There is always a danger of losing all your data if it is stored only in one storage. It is therefore highly recommended to back up your data to at least two different storage providers. Duplicacy provides a unique tool to make this backup redundancy solution super easy.
When a repository is initialized you always provide the url to the default storage, which will be initialized if it hasn’t been. ( Even though you are not told directly, this storage has the name default
for easy access. )
cd /path/to/repository
duplicacy init repository_id onsite_storage_url
You can add additional storage providers to this repository by running the add command.
The first argument to add
is the name of the new storage that can be used by other commands (instead of the normal default
).
# add an additional storage named `offsite_storage`:
duplicacy add offsite_storage repository_id offsite_storage_url
Now when you run the backup command, by default the backup will be stored to the default storage:
duplicacy backup
Therefore, when you want to backup to the new storage, you have to specifically select it when running backup
as such:
duplicacy backup -storage offsite_storage
This works, but is not the best practice for two reasons:
First, you are running the backup twice: once for the default
storage and the second time for the offsite_storage
storage.
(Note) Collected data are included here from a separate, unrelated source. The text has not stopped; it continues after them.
/// How a run is judged: a validation scheme in the command line's words (`oob`,
/// `holdout:0.2`, `folds:5`, `folds:10:5`, `groups:5:COLUMN`, `bootstrap:200`), the
/// two-class threshold, and whether the baseline is judged on the same splits.
#[derive(Debug, Clone, PartialEq, Serialize, Deserialize)]
pub struct Judging {
    pub scheme: String,
    pub threshold: f64,
    pub baseline: bool,
    pub seed: u64,
}

/// One figure with its 95% interval, where it has one.
#[derive(Debug, Clone, PartialEq, Serialize, Deserialize)]
pub struct Figure {
    pub name: String,
    pub value: f64,
    pub low: Option<f64>,
    pub high: Option<f64>,
}

/// A calibration group: its predictions' range and mean, its share of events with a 95%
/// Wilson interval, and its rows.
#[derive(Debug, Clone, PartialEq, Serialize, Deserialize)]
pub struct CalibrationGroup {
    pub lowest: f64,
    pub highest: f64,
    pub mean_predicted: f64,
    pub observed: f64,
    pub low: f64,
    pub high: f64,
    pub rows: u64,
}

/// What the validation of a run found (out-of-sample figures only; the training figures of
/// [`RunResult`] are apparent).
#[derive(Debug, Clone, PartialEq, Serialize, Deserialize)]
pub struct RunValidation {
    /// The scheme in words.
    pub scheme: String,
    pub judged_rows: usize,
    pub figures: Vec<Figure>,
    /// The baseline (L2 logistic or ridge regression) on the same splits.
    pub baseline_name: String,
    pub baseline: Option<Vec<Figure>>,
    /// Two classes: ROC points (false-positive rate, true-positive rate), the baseline's too.
    pub roc: Vec<(f64, f64)>,
    pub baseline_roc: Vec<(f64, f64)>,
    pub calibration: Vec<CalibrationGroup>,
    /// The smoothed calibration curve (predicted, observed).
    pub smoothed: Vec<(f64, f64)>,
    /// Out-of-sample event probabilities counted in twentieths.
    pub histogram: Vec<u64>,
    /// Net benefit by threshold: (threshold, model, treat all).
    pub decision: Vec<(f64, f64, f64)>,
    /// Out-of-sample error after 1, 2, ... trees or rounds, where the scheme gives it.
    pub error_by_size: Vec<f64>,
    /// Computed warnings about the data and the scheme.
    pub warnings: Vec<String>,
    pub notes: Vec<String>,
}

/// What a finished fit reports. Training figures are apparent (the rows the model was
/// fitted on), never a validation.
#[derive(Debug, Clone, Serialize, Deserialize)]
pub struct RunResult {
    /// The run's number in the worker's list of fitted models.
    pub run: u32,
    pub method: String,
    pub outcome: String,
    pub rows: usize,
    pub predictors: usize,
    /// "error rate" (classes) or "mean squared error" (numbers).
    pub error_name: String,
    /// Trees (bagging, forest), rounds (AdaBoost) or 1 (a single tree).
    pub members: usize,
    /// "trees" or "rounds".
    pub member_name: String,
    /// Apparent error on the training rows with every member, and after 1, 2, ... members.
    pub training_error: f64,
    pub training_curve: Vec<f64>,
    /// Out-of-bag error (bagging and forests), and after 1, 2, ... trees.
    pub oob_error: Option<f64>,
    pub oob_curve: Vec<f64>,
    /// AdaBoost: each round's weighted training error, and why it stopped.
    pub round_errors: Vec<f64>,
    pub stop: Option<String>,
    /// A single tree's depth and leaves.
    pub tree_shape: Option<(usize, usize)>,
    /// Binning and fitting, not reading.
    pub fit_seconds: f64,
    /// The worker's wasm memory after the fit (it never shrinks, so this is its peak).
    pub worker_memory_bytes: u64,
    /// The out-of-sample judgement, when asked for and possible.
    pub validation: Option<RunValidation>,
    /// Why the run could not be judged as asked (the model itself is kept).
    pub validation_refused: Option<String>,
    pub notices: Vec<String>,
}

/// The first rows of a table, as text (`None` = missing).
#[derive(Debug, Clone, Serialize, Deserialize)]
pub struct Preview {
    pub rows: Vec<Vec<Option<String>>>,
}
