//! `spinney fit` refuses what cannot make a model, with a message that says what to change,
//! and never panics (exit status 1, "error: ..." on stderr). Wording is ours; the checks look
//! for the facts each message must carry (common practice, no source).

use std::path::PathBuf;
use std::process::Command;

fn spinney() -> Command {
    Command::new(env!("CARGO_BIN_EXE_spinney"))
}

fn write(name: &str, text: &str) -> PathBuf {
    let dir = std::env::temp_dir().join(format!("spinney-fit-tests-{}", std::process::id()));
    std::fs::create_dir_all(&dir).unwrap();
    let path = dir.join(name);
    std::fs::write(&path, text).unwrap();
    path
}

fn fails_with(args: &[&str], needles: &[&str]) {
    let out = spinney().args(args).output().unwrap();
    let err = String::from_utf8_lossy(&out.stderr);
    assert_eq!(out.status.code(), Some(1), "{args:?}: {err}");
    assert!(!err.contains("panicked"), "{args:?}: {err}");
    for n in needles {
        assert!(err.contains(n), "{args:?}: message lacks {n:?}: {err}");
    }
}

#[test]
fn bad_designs_and_settings_are_refused_clearly() {
    let one_class = write("one_class.csv", "y,a\nyes,1\nyes,2\nyes,3\n");
    let f = one_class.to_str().unwrap();
    fails_with(&["fit", f, "--outcome", "y"], &["only one class", "'y'"]);
    let ok = write(
        "ok.csv",
        "y,a,b,w\nyes,1,5,1\nno,2,6,1\nyes,3,7,-2\nno,4,8,1\n",
    );
    let f = ok.to_str().unwrap();
    fails_with(
        &["fit", f, "--outcome", "nope"],
        &["no column named 'nope'"],
    );
    fails_with(
        &["fit", f, "--outcome", "y", "--set", "depth=0"],
        &["depth", "1 to 1000"],
    );
    fails_with(
        &["fit", f, "--outcome", "y", "--set", "colour=blue"],
        &["unknown setting"],
    );
    fails_with(
        &["fit", f, "--outcome", "y", "--method", "magic"],
        &["choose tree, bagging, forest, adaboost or boosting"],
    );
    fails_with(
        &["fit", f, "--outcome", "y", "--weight", "w"],
        &["negative", "data row 3"],
    );
    fails_with(
        &["fit", f, "--outcome", "a", "--method", "adaboost"],
        &["predicts classes"],
    );
    fails_with(
        &["fit", f, "--outcome", "y", "--set", "row_fraction=1.5"],
        &["row_fraction", "(0, 1]"],
    );
    let ragged = write("ragged.csv", "y,a\nyes,1\nno\n");
    fails_with(
        &["fit", ragged.to_str().unwrap(), "--outcome", "y"],
        &["line 3"],
    );
}

#[test]
fn a_forest_reports_its_out_of_bag_error() {
    let mut text = String::from("y,a,b\n");
    for i in 0..200 {
        text += &format!(
            "{},{},{}\n",
            if i % 3 == 0 { "yes" } else { "no" },
            i % 3,
            (i * 7) % 11
        );
    }
    let path = write("forest.csv", &text);
    let out = spinney()
        .args([
            "fit",
            path.to_str().unwrap(),
            "--outcome",
            "y",
            "--method",
            "forest",
            "--set",
            "trees=20",
            "--json",
        ])
        .output()
        .unwrap();
    assert!(
        out.status.success(),
        "{}",
        String::from_utf8_lossy(&out.stderr)
    );
    let v: serde_json::Value = serde_json::from_slice(&out.stdout).unwrap();
    assert_eq!(v["trees"], 20);
    assert_eq!(v["out_of_bag_error_by_trees"].as_array().unwrap().len(), 20);
    // The outcome is a function of a: the forest must find it out of bag.
    assert_eq!(v["out_of_bag_error_by_trees"][19].as_f64().unwrap(), 0.0);
}
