// What every browser test file shares: counting checks, Debian's Chromium through
// playwright-core (never a downloaded browser), the screenshot folder, and a record of every
// request and console error of a browser context.
import { chromium } from 'playwright-core';
import { mkdirSync } from 'node:fs';
import { dirname, join } from 'node:path';
import { fileURLToPath } from 'node:url';

export const root = join(dirname(fileURLToPath(import.meta.url)), '..', '..');
export const fixtures = join(root, 'tests', 'fixtures');
export const out = join(root, 'tests', 'out', 'e2e');
mkdirSync(out, { recursive: true });

let passed = 0, failed = 0;
export async function check(name, body) {
  try {
    await body();
    passed++;
    console.log(`PASS ${name}`);
  } catch (e) {
    failed++;
    console.log(`FAIL ${name}: ${String(e?.message ?? e).split('\n')[0]}`);
  }
}
export function expect(cond, what) { if (!cond) throw new Error(what); }

/** Prints the summary line scripts/test reads and exits with its status. */
export function finish() {
  console.log(`${passed} passed, ${failed} failed`);
  process.exit(failed ? 1 : 0);
}

export function launch() {
  return chromium.launch({
    executablePath: process.env.CHROMIUM ?? '/usr/bin/chromium',
    args: ['--headless', '--no-sandbox', '--disable-gpu', '--disable-quic', '--no-first-run',
      '--disable-background-networking', '--disable-component-update', '--disable-sync'],
    // playwright gives every launch a fresh temporary profile (the --user-data-dir of toolchain.md).
  });
}

/** A page in `context` whose requests (its workers' and service worker's included) and
 *  console errors are recorded. */
export async function watchedPage(context) {
  const page = await context.newPage();
  const requests = [];
  const consoleErrors = [];
  context.on('request', (r) => requests.push(r.url()));
  page.on('console', (m) => { if (m.type() === 'error') consoleErrors.push(m.text()); });
  page.on('pageerror', (e) => consoleErrors.push(String(e)));
  return { page, requests, consoleErrors };
}

/** Requests to anything but `origin` (or data:/blob: URLs, which never leave the tab). */
export function foreign(requests, origin) {
  return requests.filter((u) => !u.startsWith(origin) && !u.startsWith('data:') && !u.startsWith('blob:'));
}
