/// Limits and choices for one tree.
#[derive(Debug, Clone, Copy, PartialEq)]
pub struct GrowSettings {
    pub criterion: Criterion,
    /// Deepest level of splits (`None`: grow until another limit stops it).
    pub max_depth: Option<usize>,
    /// Fewest rows in a leaf.
    pub min_rows_leaf: usize,
    /// Fewest rows a node needs to be split.
    pub min_rows_split: usize,
    /// Smallest weighted impurity decrease that makes a split worth keeping.
    pub min_gain: f64,
    /// Most leaves. `Some` grows best-first: the leaf whose split gains most is split next
    /// (Shi 2007; Friedman, Hastie & Tibshirani 2000), until no leaf can be split or the
    /// limit is reached. `None` grows depth-first, left before right.
    pub max_leaves: Option<usize>,
    /// Least total weight in a leaf ([`Criterion::weight`]: the summed hessian for gradients).
    pub min_weight_leaf: f64,
}

impl Default for GrowSettings {
    fn default() -> Self {
        GrowSettings {
            criterion: Criterion::Gini,
            max_depth: None,
            min_rows_leaf: 1,
            min_rows_split: 2,
            min_gain: 0.0,
            max_leaves: None,
            min_weight_leaf: 0.0,
        }
    }
}

/// Chooses which predictors a node may split on (random forests draw a subset). It gets the
/// list of all predictors and keeps the ones to try, in the order to try them.
pub type PredictorChooser<'a> = &'a mut dyn FnMut(&mut Vec<usize>);

/// The best split found for a node.
#[derive(Debug, Clone)]
struct Split {
    gain: f64,
    feature: usize,
    numeric: bool,
    /// Numbers: the highest bin sent left.
    threshold_bin: usize,
    /// Numbers: the first bin on the right holding rows of the node.
    next_bin: Option<usize>,
    /// Categories: the bins sent left.
    categories: BinSet,
    missing_left: bool,
    /// The children's values (held within the node's bounds), for monotone bounds.
    values: (f64, f64),
    /// The left child's packed counts ([`pack_counts`], or [`pack_classes3`] for three
    /// classes) when a scan of packed counts found the split, so the children's totals need
    /// no pass over their rows.
    left_counts: Option<u64>,
}

/// Extras of a grow call that most callers leave empty.
#[derive(Debug, Clone, Copy, Default)]
pub struct Constraints<'a> {
    /// Per predictor: +1 the tree's value must not fall as the predictor rises, −1 must not
    /// rise, 0 free. Empty: no constraints. Ignored for category predictors.
    pub monotone: &'a [i8],
}

/// A leaf that may be split: its node, its rows `work[start..end]`, depth, best split and
/// the bounds on its value (monotone constraints).
struct Candidate {
    id: usize,
    start: usize,
    end: usize,
    depth: usize,
    split: Split,
    bounds: (f64, f64),
    /// The node's packed counts ([`pack_counts`] or [`pack_classes3`]), when it has them.
    counts: Option<u64>,
    /// The node's dense histograms of every predictor, kept when the node is large enough
    /// that its larger child's histograms are cheaper by subtraction.
    hist: Option<Vec<f64>>,
}

/// Nodes with at least this many rows keep dense histograms of every predictor, so their
/// larger child's histograms come from the parent's minus the smaller child's (the
/// subtraction of LightGBM and scikit-learn's histogram boosting). Below it, a node sums only
/// the bins its rows touch. (Common practice, no source, for the value.)
const DENSE_MIN_ROWS: usize = 1024;

/// Candidate predictors whose histograms a forest node fills in one pass over its rows (the
/// √30 = 5 of the validation benchmark at once; five histograms of 6 KB stay in the
/// first-level cache). Measured with `grow_bench`, no source.
const BATCH: usize = 5;

/// Most classes whose slots are filled and scanned at a width fixed when compiled
/// ([`fill_rows_classes`], [`scan_classes`], [`scan_filled_classes`]); more take the general
/// loops.
const MOST_FIXED_CLASSES: usize = 8;

/// Running sums [`LeftSums`] keeps beyond its four named classes.
const MORE_CLASSES: usize = MOST_FIXED_CLASSES - 4;

/// Slots per predictor in a dense histogram: one per u8 cell value, missing (255) included.
const DENSE_SLOTS: usize = 256;

/// No bounds on a node's value.
const FREE: (f64, f64) = (f64::NEG_INFINITY, f64::INFINITY);

/// Defines `$name`, which runs `$plain` (an `#[inline(always)]` function, so each build has
/// its own copy of the loop) compiled a second time for AVX2 when on an x86-64 CPU that has
/// it, else as built. The vector loops then take four numbers a step instead of two; each lane
/// does the same IEEE operations (Rust never fuses a multiply and an add on its own), so the
/// results are the same to the bit, tested. The crate's only `unsafe`: calling the AVX2 build
/// after the check.
macro_rules! twice_for_avx2 {
    (
        $(#[$doc:meta])*
        fn $name:ident $(<$lt:lifetime>)? $(<const $c:ident: $ct:ty>)?
            ($($arg:ident: $ty:ty),* $(,)?) $(-> $ret:ty)? = $plain:ident
    ) => {
        $(#[$doc])*
        fn $name $(<$lt>)? $(<const $c: $ct>)? ($($arg: $ty),*) $(-> $ret)? {
            #[cfg(target_arch = "x86_64")]
            {
                #[target_feature(enable = "avx2")]
                fn avx2 $(<$lt>)? $(<const $c: $ct>)? ($($arg: $ty),*) $(-> $ret)? {
                    $plain($($arg),*)
                }
                if std::is_x86_feature_detected!("avx2") {
                    // SAFETY: the CPU has AVX2 (checked just above).
                    return unsafe { avx2($($arg),*) };
                }
            }
            $plain($($arg),*)
        }
    };
}
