/// A legend box inside the plotting area `plot` (backend pixels, as
/// `plotting_area().get_pixel_range()` gives them). Text is measured through the backend
/// (`estimate_text_size`), which the page's canvas backend answers with the canvas.
pub(crate) fn legend<DB: DrawingBackend>(
    area: &DrawingArea<DB, Shift>,
    plot: (std::ops::Range<i32>, std::ops::Range<i32>),
    entries: &[(String, Mark)],
    corner: Corner,
    look: &Look,
) -> Drawn {
    let label = look.text(12.0);
    let (xs, ys) = plot;
    let (bx, by) = area.get_base_pixel();
    let (pad, mark, gap, row) = (look.px(8.0), look.px(24.0), look.px(6.0), look.px(18.0));
    // On a narrow chart, words too long for the plotting area are shortened with an
    // ellipsis (the table beside the chart keeps them whole).
    let room = (xs.end - xs.start) - look.px(16.0) - (pad * 2 + mark + gap);
    let width = |t: &str| area.estimate_text_size(t, &label).map_or(0, |s| s.0 as i32);
    let entries: Vec<(String, Mark)> = entries
        .iter()
        .map(|(t, m)| (shorten_to(t, room, width), *m))
        .collect();
    let widest = entries.iter().map(|(t, _)| width(t)).max();
    let Some(widest) = widest else {
        return Ok(());
    };
    let w = pad * 2 + mark + gap + widest;
    let h = pad * 2 + row * entries.len() as i32;
    let x0 = match corner {
        Corner::TopLeft => xs.start - bx + look.px(8.0),
        Corner::TopRight | Corner::BottomRight => xs.end - bx - w - look.px(8.0),
    };
    let y0 = match corner {
        Corner::TopLeft | Corner::TopRight => ys.start - by + look.px(8.0),
        Corner::BottomRight => ys.end - by - h - look.px(8.0),
    };
    let corners = [(x0, y0), (x0 + w, y0 + h)];
    area.draw(&Rectangle::new(corners, WHITE.mix(0.9).filled()))
        .map_err(fail)?;
    area.draw(&Rectangle::new(corners, GRID)).map_err(fail)?;
    for (i, (text, kind)) in entries.iter().enumerate() {
        let y = y0 + pad + row * i as i32 + row / 2;
        let x = x0 + pad;
        match *kind {
            Mark::Line { colour, dashed } => {
                let segments = if dashed {
                    vec![(x, x + mark * 2 / 5), (x + mark * 3 / 5, x + mark)]
                } else {
                    vec![(x, x + mark)]
                };
                for (a, b) in segments {
                    area.draw(&PathElement::new(
                        vec![(a, y), (b, y)],
                        look.line(colour, 2.0),
                    ))
                    .map_err(fail)?;
                }
            }
            Mark::Dot(colour) => {
                area.draw(&Circle::new(
                    (x + mark / 2, y),
                    look.px(4.0).max(1) as u32,
                    colour.filled(),
                ))
                .map_err(fail)?;
            }
            Mark::Block(colour) => {
                let r = look.px(5.0);
                area.draw(&Rectangle::new(
                    [(x + mark / 2 - r, y - r), (x + mark / 2 + r, y + r)],
                    colour.filled(),
                ))
                .map_err(fail)?;
            }
        }
        area.draw(&Text::new(
            text.clone(),
            (x + mark + gap, y),
            label.clone().pos(Pos::new(HPos::Left, VPos::Center)),
        ))
        .map_err(fail)?;
    }
    Ok(())
}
Thus consuming double the CPU and disk resources and taking longer times for what is a single redundant backup.
Second, if some files change between these two backup commands (eg.: you edit the name of a picture, or the rating of a song) then you would get two different backups, making the management of backups on these two storage a bit more complex.
The recommended way is to use the copy command to copy
from the default
storage to the additional storage (offsite_storage
). This way, you’ll always get identical backups on both storage providers:
duplicacy copy -from default -to offsite_storage
Of course you may be able to use third-party tools, such as rsync or rclone, to copy the content of one storage to another ( in this case don’t forget about using --\bit-identical
as explained here).
But compared with rsync/rclone, the copy
command can be used to copy only a selected set of revisions instead of everything. Moreover, if two storage are set up differently (such as when one is encrypted and the other is not) then the copy
command is your only choice.
It is also possible to run the copy
command directly on your onsite storage server. All you need to do is to create a dummy repository there, and then initialize it with the same default storage (but as a local disk) and add the same additional storage:
# log in to your local storage server
mkdir -p \path\to\dummy\repository
cd \path\to\dummy\repository
duplicacy init repository_id onsite_storage_url
duplicacy add -copy default offsite_storage --bit-identical repository_id offsite_storage_url
duplicacy copy -from default -to offsite_storage
This not only frees your work computer from running the copy
command, but also speeds up the copy process, since now Duplicacy can read chunks from a local disk
(local_server -> router -> offsite_storage)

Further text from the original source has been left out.